8 julio 2008
I am unable to express exactly how it feels to peel my eyes away from my last glance at the city, already too far away to see, that has been my home for the past six months. It is impossible to feel happy because of the wonderful people that I could not fit in my suitcases and thus had to leave behind. No, it is decidedly not happiness that I feel, but neither is it sadness. How can I be sad when so much adventure lays before me? Maybe I am just numb and simply cannot feel at all. The fact is that everywhere I travel I leave a little bit of me behind that will live there forever making it so I can always return to visit because, in fact, a part of me never left in the first place. It will admittedly be some time before I make it back I think, but I feel confident that I will come back and see how things have changed.
A wise man always reminds me that all good things come to an end. I’m not sure exactly why they always end because to say they end does not necessarily mean that all good things turn bad.
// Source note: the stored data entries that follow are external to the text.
import type { Metadata } from "next";
import { headers } from "next/headers";
import { notFound } from "next/navigation";
import { Alert } from "@/components/ui/alert";
import { Card } from "@/components/ui/card";
import { getActor } from "@/lib/auth/session";
import { canReissue, verifyCertificate, type CertificateVerification } from "@/lib/data/certificate-verification";
import { formatCertificateCode } from "@/lib/data/notices-format";
import { TooManyRequestsError } from "@/lib/errors";
import { clientAddress } from "@/lib/http/client-address";
import { CodeSearch } from "../code-search";
import { ReissueButton } from "./reissue-button";

export const metadata: Metadata = { title: "Certificate check", robots: { index: false, follow: false } };

function Facts({ v, code }: { v: CertificateVerification; code: string }) {
  const rows: [string, string | undefined][] = [
    ["Verification code", formatCertificateCode(code)],
    ["Program", v.programName],
    ["Assembly", v.assemblyKind],
    ["Serial number ends", v.serialTail],
    ["Town", v.town],
    ["Test date", v.testedOnWords],
    ["Next test due by", v.nextDueOnWords],
    ["Certificate issued", v.issuedOnWords],
  ];
  return (
    <dl className="mt-4 grid grid-cols-[10rem_1fr] gap-x-3 gap-y-1.5 text-sm">
      {rows.map(([label, value]) =>
        value ? (
          <div key={label} className="contents">
            <dt className="font-semibold text-ink-700">{label}</dt>
            <dd>{value}</dd>
          </div>
        ) : null,
      )}
    </dl>
  );
}

export default async function VerifyCodePage({ params, searchParams }: { params: Promise<{ code: string }>; searchParams: Promise<Record<string, string | undefined>> }) {
  const { code: raw } = await params;
  const { reissued } = await searchParams;
  const code = decodeURIComponent(raw).slice(0, 64);
  let result: CertificateVerification;
  try {
    result = await verifyCertificate({ code, address: clientAddress(await headers()) });
  } catch (error) {
    if (!(error instanceof TooManyRequestsError)) throw error;
    return (
      <Card>
        <h1 className="mb-3 text-2xl">Please wait a moment</h1>
        <Alert tone="warning">{error.message}</Alert>
      </Card>
    );
  }
  if (result.status === "not_found") notFound();
  const normalized = code.replace(/[\s-]+/g, "").toUpperCase();
  const actor = await getActor();
  // Re-issuing is for a lost or misused copy of a certificate that still proves compliance.
  const isStaff = result.status === "current" && (await canReissue(actor, normalized));
  return (
    <div className="space-y-6">
      {reissued ? <Alert tone="success">The certificate was re-issued with this new code. The old code now shows as replaced.</Alert> : null}
      <Card>
        {result.status === "current" ? (
          <Alert tone="success" title="Genuine and current">
            This certificate was issued by {result.programName}. The assembly passed its test on {result.testedOnWords} and is in compliance until its next test is due, by {result.nextDueOnWords}.
          </Alert>
        ) : result.status === "lapsed" ? (
          <Alert tone="warning" title="Genuine, but no longer proof of compliance">
            This certificate was issued by {result.programName}. {result.reason}
          </Alert>
        ) : (
          <Alert tone="danger" title="Replaced: not valid">
            This certificate was replaced by a newer one on {result.replacedOnWords}. It no longer proves compliance; ask the owner for the current certificate.
          </Alert>
        )}
        <Facts v={result} code={normalized} />
      </Card>
      {isStaff ? (
        <Card title="Program staff">
          <p className="mb-3 text-sm text-ink-700">If this certificate was lost or misused, re-issue it: it gets a new code, and this code then shows as replaced.</p>
          <ReissueButton code={normalized} />
        </Card>
      ) : null}
      <Card>
        <h2 className="mb-3 text-base">Check another certificate</h2>
        <CodeSearch />
      </Card>
    </div>
  );
}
I think that all good things come to an end so that they can begin again, thereby providing the excitement that comes from returning to familiar places and faces.
So these are my thoughts as I turn my nose in a new direction and fly over fields and snowy peaks on which I have not yet set foot but might someday. I feel nothing and everything at the same time as I end and begin all at once.
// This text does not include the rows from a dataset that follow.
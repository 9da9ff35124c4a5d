"use client";

import { useState } from "react";
import { Alert } from "@/components/ui/alert";
import { Button } from "@/components/ui/button";

/** For the program's staff: a new code for this certificate; the old one then verifies as replaced. */
export function ReissueButton({ code }: { code: string }) {
  const [error, setError] = useState<string | null>(null);
  const [isBusy, setBusy] = useState(false);
  async function reissue() {
    if (!window.confirm("Re-issue this certificate? The current code will verify as replaced, and the owner must use the new certificate.")) return;
    setBusy(true);
    setError(null);
    const response = await fetch(`/api/certificates/${code}/reissue`, { method: "POST", headers: { "content-type": "application/json" }, body: JSON.stringify({ confirm: true }) }).catch(() => null);
    const body = (await response?.json().catch(() => null)) as { code?: string; error?: string } | null;
    setBusy(false);
    if (response?.ok && body?.code) window.location.assign(`/verify/${body.code}?reissued=1`);
    else setError(body?.error ?? "The certificate could not be re-issued. Please try again.");
  }
  return (
    <div className="space-y-2">
      {error ? (
        <Alert tone="danger" live>
          {error}
        </Alert>
      ) : null}
      <Button variant="secondary" onClick={() => void reissue()} disabled={isBusy}>
        {isBusy ? "Re-issuing…" : "Re-issue this certificate"}
      </Button>
    </div>
  );
}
To the people I have just left: Thank you. I love you. Hasta luego–we will see each other again soon.
To those toward whom I travel: You may not yet be aware of it, but I will be very pleased to meet you
To my old friends that I will finally see again: I can’t wait!
The clouds out the window look like rows of strawberry plants and the ground looks so small. There is a lot to tell of the past week but it will have to wait until my next flight. There will be time enough to write between continents.